The groups spoke out as scientists race to identify and test possible vaccines for COVID-19, which has killed more than 380,000 people and infected close to 6.5 million globally.
They are also scrambling to find a safe and effective treatment.
"We need to fight what is now called vaccine nationalism," Emanuel Capobianco, head of health at the International Federation of Red Cross and Red Crescent Societies (IFRC), told the media.
Unless there was a clear international commitment to global solidarity on this issue, individual countries might end up scrambling to secure their own populations' vaccine needs.
But while the world waited for that vaccine, countries would do well to invest in getting production and distribution up to scale - for everyone, everywhere, he advised.
"Now is the moment to prioritise that," said Capobianco.
"We need to make sure that this spirit of global solidarity and this principle of vaccines as a public good is put at the very centre of the political agenda on COVID-19."
Capobianco spoke as the UN and the International Red Cross and Red Crescent Movement, which IFRC is part of, issued a joint appeal for the global community to ensure fair access once a vaccine was found.
"The spirit of global solidarity must prevail: no one should be left behind," they said.
"A global social contract for a people's vaccine against COVID-19 is a moral imperative that brings us all together in our shared humanity."
The Disease 'Discriminates’
World Health Organization (WHO) member states also agreed last month that extensive immunisation against the new coronavirus would be a "global public good". Any vaccine, that did emerge should be fairly distributed to all, they said.
But there has been pushback not just from pharmaceutical companies but from Washington, which opposes any challenge to international intellectual property rights.
While Capobianco acknowledged the differences, he insisted that it would be in everyone's interest ensure everyone is protected - because the disease itself "clearly discriminates".

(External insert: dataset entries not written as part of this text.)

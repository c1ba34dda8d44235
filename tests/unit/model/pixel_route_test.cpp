// SPDX-License-Identifier: GPL-2.0-or-later
#include "model/pixel_route.h"

#include <gtest/gtest.h>

#include <cmath>

#include "base/error.h"
#include "support/sky_builder.h"

namespace foreglow {
namespace {

using testing::channel_spec;
using testing::make_map;
using testing::make_test_sky;
using testing::study_spec;
using testing::whole_sky;

std::vector<BandSum> bands_of(const StudySpec& study) {
    std::vector<BandSum> bands;
    for (const Channel& channel : make_channels(study))
        bands.push_back(channel.band);
    return bands;
}

using Maps = std::array<std::vector<double>, 3>;

Maps make_maps(const PixelRoute& route, const SkyStrip& strip, std::size_t channel, std::size_t begin,
               std::size_t end, bool polarized) {
    Maps maps;
    std::array<std::span<double>, 3> views;
    for (std::size_t s = 0; s < 3; ++s) {
        maps[s].resize(end - begin);
        views[s] = maps[s];
    }
    route.make_pixels(strip, channel, begin, end, {views.data(), polarized ? 3U : 1U});
    return maps;
}

// Three skies: polarization with the intensity's law, from another reference, with its own index.
std::vector<SkyModel> skies() {
    std::vector<SkyModel> out(3, make_test_sky(8, true));
    out[1].polarization->reference = Frequency::from_ghz(22.8);
    out[1].index_log_ratio = 0.5;
    out[2].polarization->index = PixelField::uniform(-3.1);
    return out;
}

TEST(PixelRoute, IsTheBandSumInEachPixel) {
    const StudySpec study = study_spec(8,
                                       {channel_spec("delta", 30), channel_spec("narrow", 70, 2),
                                        channel_spec("wide", 150, 90), channel_spec("low", 0.408)},
                                       true);
    const auto bands = bands_of(study);
    for (const double tolerance : {1e-5, 1e-8, 1e-11})
        for (const SkyModel& sky : skies()) {
            const PixelRoute route(sky, bands, true, tolerance);
            ASSERT_EQ(route.channel_count(), bands.size());
            const SkyStrip strip = make_sky_strip(sky, whole_sky(sky.grid), true);
            for (std::size_t c = 0; c < bands.size(); ++c) {
                const Maps maps = make_maps(route, strip, c, 0, strip.q.size(), true);
                double worst = 0;
                for (std::size_t p = 0; p < strip.q.size(); ++p) {
                    const double i =
                        strip.intensity[p] *
                        exact_band_value(bands[c], sky.reference, strip.index[p], strip.curvature[p]);
                    const double f = exact_band_value(bands[c], sky.polarization->reference,
                                                      strip.index_of_polarization()[p],
                                                      strip.curvature_of_polarization()[p]);
                    const double length = f * std::hypot(strip.q[p], strip.u[p]);
                    worst = std::max({worst, std::abs(maps[0][p] / i - 1),
                                      std::abs(maps[1][p] - f * strip.q[p]) / length,
                                      std::abs(maps[2][p] - f * strip.u[p]) / length});
                }
                EXPECT_LE(route.error_of(c), tolerance);
                EXPECT_LE(worst,
                          1.5 * route.error_of(c) +
                              1e-13);  // pixels lie between the law's check points; exp rounds at 1e-14
            }
        }
}

TEST(PixelRoute, ADeltaBandIsTheLimitOfANarrowOne) {
    const SkyModel sky = make_test_sky(4, false);
    const auto bands = bands_of(study_spec(
        4, {channel_spec("delta", 30), channel_spec("a", 30, 0.03), channel_spec("b", 30, 0.003)}));
    const PixelRoute route(sky, bands, false, 1e-11);
    const SkyStrip strip = make_sky_strip(sky, whole_sky(sky.grid), false);
    const auto delta = make_maps(route, strip, 0, 0, 192, false)[0];
    const auto a = make_maps(route, strip, 1, 0, 192, false)[0],
               b = make_maps(route, strip, 2, 0, 192, false)[0];
    for (std::size_t p = 0; p < 192; ++p) {
        // The correction is second order: p (p - 1) w^2/24 nu^2 with |p| < 4 in numerator and calibration,
        // below w^2/nu^2.
        EXPECT_NEAR(a[p] / delta[p], 1, 1e-6);
        EXPECT_NEAR(b[p] / delta[p], 1, 1e-8);
    }
    EXPECT_GT(testing::relative_rms(a, delta), 1e-8);  // yet there
}

TEST(PixelRoute, AtTheReferenceTheTemplateComesBack) {
    const SkyModel sky = make_test_sky(4, false);
    StudySpec study = study_spec(4, {channel_spec("same", 0.408)});
    study.unit = *find_brightness_unit("K_RJ");
    const PixelRoute route(sky, bands_of(study), false, 1e-11);
    const SkyStrip strip = make_sky_strip(sky, whole_sky(sky.grid), false);
    const auto map = make_maps(route, strip, 0, 0, 192, false)[0];
    for (std::size_t p = 0; p < 192; ++p)
        EXPECT_NEAR(map[p] / strip.intensity[p], 1, 1e-14);  // 408e6 from 0.408 GHz rounds once
}

TEST(PixelRoute, AnyPartOfAStripGivesTheSameBits) {
    const SkyModel sky = make_test_sky(16, true);
    const PixelRoute route(sky, bands_of(study_spec(16, {channel_spec("wide", 30, 9)}, true)), true, 1e-9);
    const SkyStrip strip = make_sky_strip(sky, whole_sky(sky.grid), true);
    const Maps whole = make_maps(route, strip, 0, 0, 3072, true);
    for (const auto& [begin, end] :
         {std::pair<std::size_t, std::size_t>{0, 1}, {5, 5}, {511, 514}, {100, 1700}, {3071, 3072}}) {
        const Maps part = make_maps(route, strip, 0, begin, end, true);
        for (std::size_t s = 0; s < 3; ++s)
            for (std::size_t i = 0; i < end - begin; ++i)
                ASSERT_EQ(part[s][i], whole[s][begin + i]);
    }
}

TEST(PixelRoute, UndefinedInAnyInputIsUndefinedInThatPixelOnly) {
    SkyModel sky = make_test_sky(4, true);
    const auto with_hole = [&](const testing::SkyFunction& function, std::size_t pixel) {
        auto map = make_map(sky.grid, function);
        map->values[pixel] = undefined_pixel;
        return PixelField::of_map(map);
    };
    sky.intensity = with_hole(testing::test_brightness, 1);
    sky.index = with_hole(testing::test_index, 2);
    sky.curvature = with_hole(testing::test_curvature, 3);
    auto stokes = *std::get<std::shared_ptr<const StokesMaps>>(sky.polarization->stokes.source);
    stokes.q[4] = stokes.u[4] = undefined_pixel;
    sky.polarization->stokes.source = std::make_shared<const StokesMaps>(stokes);
    const PixelRoute route(sky, bands_of(study_spec(4, {channel_spec("wide", 30, 9)}, true)), true, 1e-9);
    const Maps maps = make_maps(route, make_sky_strip(sky, whole_sky(sky.grid), true), 0, 0, 192, true);
    for (std::size_t p = 0; p < 192; ++p) {
        EXPECT_EQ(is_defined(maps[0][p]), p < 1 || p > 3);
        EXPECT_EQ(is_defined(maps[1][p]), p < 2 || p > 4);  // Q and U need no defined I, but its law
        EXPECT_EQ(is_defined(maps[2][p]), p < 2 || p > 4);
    }
}

TEST(PixelRoute, NegativePixelsScaleAsOthersDo) {
    SkyModel sky = make_test_sky(2, false);
    sky.intensity =
        PixelField::of_map(make_map(sky.grid, [](const Vector3& n) { return -testing::test_brightness(n); }));
    const auto bands = bands_of(study_spec(2, {channel_spec("x", 30, 3)}));
    const PixelRoute route(sky, bands, false, 1e-9), mirrored(make_test_sky(2, false), bands, false, 1e-9);
    const auto a = make_maps(route, make_sky_strip(sky, whole_sky(sky.grid), false), 0, 0, 48, false)[0];
    const auto b = make_maps(mirrored, make_sky_strip(make_test_sky(2, false), whole_sky(sky.grid), false), 0,
                             0, 48, false)[0];
    for (std::size_t p = 0; p < 48; ++p)
        EXPECT_EQ(a[p], -b[p]);
}

TEST(PixelRoute, TakesTheExactSumWhereABandIsTooWideForAPolynomial) {
    SkyModel sky = make_test_sky(1, false);
    sky.index = PixelField::of_map(make_map(sky.grid, [](const Vector3& n) { return -10 + 30 * n[2]; }));
    const auto bands = bands_of(study_spec(1, {channel_spec("huge", 1, 1.9)}));
    const PixelRoute route(sky, bands, false, 1e-11);
    EXPECT_EQ(route.error_of(0), 0.0);
    const SkyStrip strip = make_sky_strip(sky, whole_sky(sky.grid), false);
    const auto map = make_maps(route, strip, 0, 0, 12, false)[0];
    for (std::size_t p = 0; p < 12; ++p) {
        const double exact = strip.intensity[p] *
                             exact_band_value(bands[0], sky.reference, strip.index[p], strip.curvature[p]);
        EXPECT_NEAR(map[p] / exact, 1,
                    1e-13);  // exponents of up to 70 carry a few 1e-16 each, of 1e-14 in all
    }
}

}  // namespace
}  // namespace foreglow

In many countries, it had had a disproportionate impact on minorities and other disadvantaged groups, he argued. These were the people more likely to live in poverty, face discrimination and struggle to get health care.
"It is something that concerns us tremendously," said Capobianco. "It is a disease that affects mostly the poor, the most vulnerable."
He cautioned too, against those who thought that the pandemic might simply run its course. Until there was a vaccine and treatment, he said, the danger was ever-present.
"This virus is around, this virus has the potential to infect many more millions of people and to kill many more hundreds of thousands of people," he said.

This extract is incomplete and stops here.